# (Solucionado) Networkmanagement y Pulseaudio

## fellsword

Saludos de nuevo. Jeje.

Como logro ver las redes inalambricas con networkmanagement, ya lo instale.

# emerge networkmanager networkmanager-openconnect networkmanager-openswan networkmanager-openvpn networkmanager-pptp modemmanager networkmanager-vpnc cnetworkmanager nm-applet

Como logro correr el menú, para verlos? Solo puedo ver la alambrica (eth0)

Algo como esto:

http://vizzzion.org/blog/wp-content/uploads/2010/05/nm-plasmoid-may.png

Edito:

Ya logre ver las redes, edite el kernel. Al parecer no tenia activada el wifi.

 *Quote:*   

> 
> 
> --- Atheros Wireless Cards                                                                      │ │  
> 
>   │ │                         [ ]   Atheros wireless debugging                                                                │ │  
> ...

 

Como instalo correctamente pulseaudio. Ya que instale todo esto.

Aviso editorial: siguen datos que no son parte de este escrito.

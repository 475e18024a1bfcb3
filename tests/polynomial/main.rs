//! Laws of exact arithmetic: integers, Laurent polynomials, greatest common divisors, factorisation.

mod divisors;
mod factors;
mod generate;
mod integers;
mod reference;
mod ring;
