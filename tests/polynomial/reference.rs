//! The slow and obvious Laurent polynomial: a map from exponents to coefficients. The oracle of the other tests.

use std::collections::BTreeMap;

use mainspring::algebra::number::Rational;
use mainspring::algebra::polynomial::Poly;
use num_traits::Zero;

#[derive(Clone, Debug, Default, PartialEq)]
pub struct Naive(BTreeMap<BTreeMap<usize, i32>, Rational>);

impl Naive {
    pub fn of(p: &Poly) -> Naive {
        let exponents = |m: &mainspring::algebra::monomial::Monomial| m.iter().map(|(v, e)| (v.index(), e)).collect();
        Naive(p.terms().map(|(m, c)| (exponents(m), c)).collect())
    }

    fn put(&mut self, exponents: BTreeMap<usize, i32>, c: Rational) {
        let place = self.0.entry(exponents.clone()).or_insert_with(Rational::zero);
        *place += c;
        if place.is_zero() {
            self.0.remove(&exponents);
        }
    }

    pub fn add(&self, other: &Naive) -> Naive {
        let mut out = self.clone();
        other.0.iter().for_each(|(m, c)| out.put(m.clone(), c.clone()));
        out
    }

    pub fn mul(&self, other: &Naive) -> Naive {
        let mut out = Naive::default();
        for (m, c) in &self.0 {
            for (n, d) in &other.0 {
                let mut exponents = m.clone();
                for (&v, &e) in n {
                    *exponents.entry(v).or_insert(0) += e;
                }
                exponents.retain(|_, e| *e != 0);
                out.put(exponents, c * d);
            }
        }
        out
    }

    pub fn derivative(&self, v: usize) -> Naive {
        let mut out = Naive::default();
        for (m, c) in &self.0 {
            let Some(&e) = m.get(&v) else { continue };
            let mut exponents = m.clone();
            exponents.insert(v, e - 1);
            exponents.retain(|_, e| *e != 0);
            out.put(exponents, c * Rational::from_integer(e.into()));
        }
        out
    }
}
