//! Greatest common divisors: they divide, they are greatest, and bases built from them are coprime.

use mainspring::algebra::gcd::{coprime, coprime_base, gcd};
use mainspring::algebra::polynomial::Poly;
use proptest::collection::vec;
use proptest::prelude::*;

use crate::generate::{laurent, sum_of_terms};

fn check(a: &Poly, b: &Poly, planted: &Poly) -> Result<(), TestCaseError> {
    let common = gcd(a, b);
    prop_assert_eq!(&common, &common.primitive().part);
    let (left, right) = (a.div_exact(&common), b.div_exact(&common));
    prop_assert!(left.is_some() && right.is_some());
    prop_assert!(coprime(&left.unwrap_or_default(), &right.unwrap_or_default()));
    prop_assert!(common.is_divisible_by(planted), "{:?} lacks {:?}", common, planted);
    prop_assert_eq!(gcd(b, a), common);
    Ok(())
}

proptest! {
    #![proptest_config(ProptestConfig::with_cases(120))]

    #[test]
    fn in_three_variables(f in sum_of_terms(3, 2..=6), a in sum_of_terms(3, 2..=5), b in sum_of_terms(3, 2..=5)) {
        check(&(&f * &a), &(&f * &b), &f)?;
        check(&(&f.pow(2) * &a), &(&f.pow(3) * &b), &f.pow(2))?;
    }

    #[test]
    fn in_one_variable(f in sum_of_terms(1, 2..=4), a in sum_of_terms(1, 2..=4), b in sum_of_terms(1, 2..=4)) {
        check(&(&f * &a), &(&f * &b), &f)?;
    }

    #[test]
    fn in_six_variables(f in sum_of_terms(6, 3..=8), a in sum_of_terms(6, 2..=6), b in sum_of_terms(6, 2..=6)) {
        check(&(&f * &a), &(&f * &b), &f)?;
    }

    #[test]
    fn with_foreign_variables_and_contents(f in sum_of_terms(2, 2..=4), a in sum_of_terms(5, 2..=4), b in laurent()) {
        prop_assume!(!b.is_zero());
        check(&(&f * &a), &(&f * &b), &f)?;
    }

    #[test]
    fn a_base_is_coprime_and_generates(list in vec(sum_of_terms(2, 2..=3), 2..=3), i in 0usize..3, j in 0usize..3) {
        let mut all = list.clone();
        all.push(&list[i % list.len()] * &list[j % list.len()]);
        let base = coprime_base(&all);
        for (k, p) in base.iter().enumerate() {
            prop_assert!(!p.is_constant());
            prop_assert!(base[..k].iter().all(|q| coprime(p, q)));
        }
        for p in &all {
            let mut rest = p.primitive().part;
            for q in &base {
                while let Some(quotient) = rest.div_exact(q) {
                    rest = quotient;
                }
            }
            prop_assert!(rest.is_constant(), "{:?} is left of {:?}", rest, p);
        }
    }
}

# emerge pulseaudio rtkit fftw pavucontrol paprefs qt-phonon phonon-vlc pavumeter gst-plugins-pulse alsa-plugins

Algo como esto:

http://i2.photobucket.com/albums/y9/imageuser/KMix_PulseAudio_Playback_Streams.jpg

Una pregunta.

Gentoo va al ritmo de Freebsd, si, que tan actual es con los drivers, ya que mis drivers parecen en experimental. Como Freebsd no es tan actual con los drivers.Last edited by fellsword on Mon Mar 04, 2013 12:11 am; edited 1 time in total

----------

## i92guboj

Antes que nada, y por tu propio bien, te sugiero que en el futuro abras un hilo para cada problema. Tu chip wifi y pulseaudio son dos cosas que no tienen absolutamente nada que ver y tratar de arreglar en un solo hilo ambos problemas aumenta la complejidad y lo hace difícil de seguir. Si no, tiempo al tiempo...   :Laughing: 

 *fellsword wrote:*   

> Saludos de nuevo. Jeje.
> 
> Como logro ver las redes inalambricas con networkmanagement, ya lo instale.
> 
> # emerge networkmanager networkmanager-openconnect networkmanager-openswan networkmanager-openvpn networkmanager-pptp modemmanager networkmanager-vpnc cnetworkmanager nm-applet
> ...

 

Veo que estás instalando muchos paquetes para no saber exáctamente donde está la solución  :Wink:  En primer lugar, tienes que echar a andar tu chip wifi, que es lo verdaderamente "complicado" del asunto. Si el kernel no ve tu chip wifi o no sabe hablarle, instalar paquetes a diestro y siniestro no te va a servir de mucho. Para poder ayudarte mejor, necesitamos saber cual es tu chipset wifi. Si está conectado por usb podrás ver esa info con lsusb, si lo está por pci entonces usa lspci, y pega aquí la línea correspondiente.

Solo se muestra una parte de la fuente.